======== Input data ========

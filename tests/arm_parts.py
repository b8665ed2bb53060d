"""Arm descriptions as Python data for tests: a small correct one to spoil, and random ones that use every key. Invented."""

import copy
from typing import Any

import numpy as np
from scipy.spatial.transform import Rotation

_BODY = {
    "mass_kg": 2.0,
    "center_of_mass_m": [0.1, 0.0, 0.0],
    "inertia_kgm2": [0.01, 0.02, 0.02, 0.0, 0.0, 0.0],
    "inertia_point": "center_of_mass",
}
_TURNING: dict[str, Any] = {
    "drive": {"reflected_inertia_kgm2": 0.1},
    "friction": {"viscous_nm_s_rad": 0.5, "coulomb_nm": 0.4, "smoothing_rad_s": 0.02},
    "limits": {
        "position_min_rad": -2.0,
        "position_max_rad": 2.0,
        "speed_max_rad_s": 3.0,
        "torque_max_nm": 60.0,
        "torque_rate_max_nm_s": 6000.0,
    },
}
_SLIDING: dict[str, Any] = {
    "drive": {"reflected_mass_kg": 1.5},
    "friction": {"viscous_n_s_m": 20.0, "coulomb_n": 5.0, "smoothing_m_s": 0.01},
    "limits": {
        "position_min_m": -0.3,
        "position_max_m": 0.4,
        "speed_max_m_s": 0.8,
        "force_max_n": 400.0,
        "force_rate_max_n_s": 40000.0,
    },
}


def joint(name: str, parent: str = "base", kind: str = "revolute", **values: Any) -> dict[str, Any]:
    """A correct joint of that kind, 0.3 m from its parent along x; `values` change or add keys."""
    keys: dict[str, Any] = {
        "name": name,
        "kind": kind,
        "parent": parent,
        "origin_m": [0.3, 0.0, 0.0],
        "rotation_rad": [0.0, 0.0, 0.0],
        "body": _BODY,
    }
    if kind != "fixed":
        keys |= {"axis": "y"} | (_SLIDING if kind == "prismatic" else _TURNING)
    if kind == "continuous":
        keys["limits"] = {key: value for key, value in _TURNING["limits"].items() if not key.startswith("position")}
    return copy.deepcopy({**keys, **values})


def arm_parts(*joints: dict[str, Any], **values: Any) -> dict[str, Any]:
    """A correct arm of these joints (a shoulder and an elbow when none is given); `values` change or add keys."""
    tables = list(joints) or [joint("shoulder"), joint("elbow", "shoulder")]
    return copy.deepcopy(
        {
            "name": "tester",
            "source": "invented",
            "gravity_m_s2": [0.0, 0.0, -9.80665],
            "joint": tables,
            "rest": {"damping_nm_s_rad": 3.0, "moving_s": 0.5, "still": "brake"},
        }
        | values
    )


def random_parts(seed: int) -> dict[str, Any]:
    """A random arm of 3 to 9 joints: a tree with fixed joints anywhere, oblique axes, both inertia points, frames, payload.

    The joints stand in random order.
    """
    rng = np.random.default_rng([seed, 31])
    names = [f"j{k}" for k in range(int(rng.integers(3, 10)))]
    tables = []
    for k, name in enumerate(names):
        kind = str(rng.choice(["revolute", "continuous", "prismatic", "fixed"], p=[0.4, 0.1, 0.2, 0.3])) if k else "revolute"
        parent = "base" if k == 0 else str(rng.choice(["base", *names[:k]], p=[0.1] + [0.9 / k] * k))
        table = joint(name, parent, kind, origin_m=rng.uniform(-0.4, 0.4, 3), rotation_rad=rng.uniform(-3.0, 3.0, 3))
        table["body"] = random_body(rng)
        if kind != "fixed":
            del table["axis"]
            # each of the six main directions, then any
            main = np.eye(3)[seed % 3] * (1 if seed % 2 else -1)
            table["axis_ratio"] = main if k == 0 else rng.normal(size=3)
        tables.append(table)
    tables[0]["drive"] = {"rotor_inertia_kgm2": 2e-5, "gear_ratio": 100.0}
    frames = [
        {
            "name": f"f{k}",
            "joint": str(rng.choice(["base", *names])),
            "origin_m": rng.uniform(-0.3, 0.3, 3),
            "rotation_rad": [0.4, -0.7, 2.1],
        }
        for k in range(3)
    ]
    frames.append({"name": "grip", "joint": "j0", "origin_m": [0.1, 0.2, 0.3], "rotation_rad": rng.uniform(-3.0, 3.0, 3)})
    body = random_body(rng)
    payload = {"frame": "grip", **{key: body[key] for key in ("mass_kg", "center_of_mass_m", "inertia_kgm2")}}
    if body["inertia_point"] == "joint_frame":
        del payload["center_of_mass_m"]
        payload["center_of_mass_m"] = [0.0, 0.0, 0.0]  # the inertia drawn is then about it
    tables = [tables[k] for k in rng.permutation(len(tables))]
    return arm_parts(*tables, frame=frames, payload=payload, gravity_m_s2=rng.normal(size=3) * 6.0)


def random_body(rng: np.random.Generator) -> dict[str, Any]:
    """A body that can exist, its inertia about the one or the other point, in turned axes."""
    mass = 10.0 ** rng.uniform(-1.0, 1.0)
    points = rng.normal(size=(6, 3)) * 0.1
    c = points.mean(axis=0)
    at_joint = bool(rng.random() < 0.5)
    spread = points if at_joint else points - c
    second = mass / 6.0 * spread.T @ spread
    angles = rng.uniform(-3.0, 3.0, 3)
    R = Rotation.from_euler("xyz", angles).as_matrix()
    inertia = R.T @ (np.trace(second) * np.eye(3) - second) @ R
    return {
        "mass_kg": mass,
        "center_of_mass_m": c,
        "inertia_kgm2": inertia[[0, 1, 2, 0, 0, 1], [0, 1, 2, 1, 2, 2]],
        "inertia_point": "joint_frame" if at_joint else "center_of_mass",
        "inertia_rotation_rad": angles,
    }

========

▶ **Directions for this task**: Please give back all of the data exactly as it appears.

▶ **Exercise result**:
filename tests/arm_parts.py
repository b8665ed2bb53060d
"""Arm descriptions as Python data for tests: a small correct one to spoil, and random ones that use every key. Invented."""

import copy
from typing import Any

import numpy as np
from scipy.spatial.transform import Rotation

_BODY = {
    "mass_kg": 2.0,
    "center_of_mass_m": [0.1, 0.0, 0.0],
    "inertia_kgm2": [0.01, 0.02, 0.02, 0.0, 0.0, 0.0],
    "inertia_point": "center_of_mass",
}
_TURNING: dict[str, Any] = {
    "drive": {"reflected_inertia_kgm2": 0.1},
    "friction": {"viscous_nm_s_rad": 0.5, "coulomb_nm": 0.4, "smoothing_rad_s": 0.02},
    "limits": {
        "position_min_rad": -2.0,
        "position_max_rad": 2.0,
        "speed_max_rad_s": 3.0,
        "torque_max_nm": 60.0,
        "torque_rate_max_nm_s": 6000.0,
    },
}
_SLIDING: dict[str, Any] = {
    "drive": {"reflected_mass_kg": 1.5},
    "friction": {"viscous_n_s_m": 20.0, "coulomb_n": 5.0, "smoothing_m_s": 0.01},
    "limits": {
        "position_min_m": -0.3,
        "position_max_m": 0.4,
        "speed_max_m_s": 0.8,
        "force_max_n": 400.0,
        "force_rate_max_n_s": 40000.0,
    },
}


def joint(name: str, parent: str = "base", kind: str = "revolute", **values: Any) -> dict[str, Any]:
    """A correct joint of that kind, 0.3 m from its parent along x; `values` change or add keys."""
    keys: dict[str, Any] = {
        "name": name,
        "kind": kind,
        "parent": parent,
        "origin_m": [0.3, 0.0, 0.0],
        "rotation_rad": [0.0, 0.0, 0.0],
        "body": _BODY,
    }
    if kind != "fixed":
        keys |= {"axis": "y"} | (_SLIDING if kind == "prismatic" else _TURNING)
    if kind == "continuous":
        keys["limits"] = {key: value for key, value in _TURNING["limits"].items() if not key.startswith("position")}
    return copy.deepcopy({**keys, **values})


def arm_parts(*joints: dict[str, Any], **values: Any) -> dict[str, Any]:
    """A correct arm of these joints (a shoulder and an elbow when none is given); `values` change or add keys."""
    tables = list(joints) or [joint("shoulder"), joint("elbow", "shoulder")]
    return copy.deepcopy(
        {
            "name": "tester",
            "source": "invented",
            "gravity_m_s2": [0.0, 0.0, -9.80665],
            "joint": tables,
            "rest": {"damping_nm_s_rad": 3.0, "moving_s": 0.5, "still": "brake"},
        }
        | values
    )


def random_parts(seed: int) -> dict[str, Any]:
    """A random arm of 3 to 9 joints: a tree with fixed joints anywhere, oblique axes, both inertia points, frames, payload.

    The joints stand in random order.
    """
    rng = np.random.default_rng([seed, 31])
    names = [f"j{k}" for k in range(int(rng.integers(3, 10)))]
    tables = []
    for k, name in enumerate(names):
        kind = str(rng.choice(["revolute", "continuous", "prismatic", "fixed"], p=[0.4, 0.1, 0.2, 0.3])) if k else "revolute"
        parent = "base" if k == 0 else str(rng.choice(["base", *names[:k]], p=[0.1] + [0.9 / k] * k))
        table = joint(name, parent, kind, origin_m=rng.uniform(-0.4, 0.4, 3), rotation_rad=rng.uniform(-3.0, 3.0, 3))
        table["body"] = random_body(rng)
        if kind != "fixed":
            del table["axis"]
            # each of the six main directions, then any
            main = np.eye(3)[seed % 3] * (1 if seed % 2 else -1)
            table["axis_ratio"] = main if k == 0 else rng.normal(size=3)
        tables.append(table)
    tables[0]["drive"] = {"rotor_inertia_kgm2": 2e-5, "gear_ratio": 100.0}
    frames = [
        {
            "name": f"f{k}",
            "joint": str(rng.choice(["base", *names])),
            "origin_m": rng.uniform(-0.3, 0.3, 3),
            "rotation_rad": [0.4, -0.7, 2.1],
        }
        for k in range(3)
    ]
    frames.append({"name": "grip", "joint": "j0", "origin_m": [0.1, 0.2, 0.3], "rotation_rad": rng.uniform(-3.0, 3.0, 3)})
    body = random_body(rng)
    payload = {"frame": "grip", **{key: body[key] for key in ("mass_kg", "center_of_mass_m", "inertia_kgm2")}}
    if body["inertia_point"] == "joint_frame":
        del payload["center_of_mass_m"]
        payload["center_of_mass_m"] = [0.0, 0.0, 0.0]  # the inertia drawn is then about it
    tables = [tables[k] for k in rng.permutation(len(tables))]
    return arm_parts(*tables, frame=frames, payload=payload, gravity_m_s2=rng.normal(size=3) * 6.0)


def random_body(rng: np.random.Generator) -> dict[str, Any]:
    """A body that can exist, its inertia about the one or the other point, in turned axes."""
    mass = 10.0 ** rng.uniform(-1.0, 1.0)
    points = rng.normal(size=(6, 3)) * 0.1
    c = points.mean(axis=0)
    at_joint = bool(rng.random() < 0.5)
    spread = points if at_joint else points - c
    second = mass / 6.0 * spread.T @ spread
    angles = rng.uniform(-3.0, 3.0, 3)
    R = Rotation.from_euler("xyz", angles).as_matrix()
    inertia = R.T @ (np.trace(second) * np.eye(3) - second) @ R
    return {
        "mass_kg": mass,
        "center_of_mass_m": c,
        "inertia_kgm2": inertia[[0, 1, 2, 0, 0, 1], [0, 1, 2, 1, 2, 2]],
        "inertia_point": "joint_frame" if at_joint else "center_of_mass",
        "inertia_rotation_rad": angles,
    }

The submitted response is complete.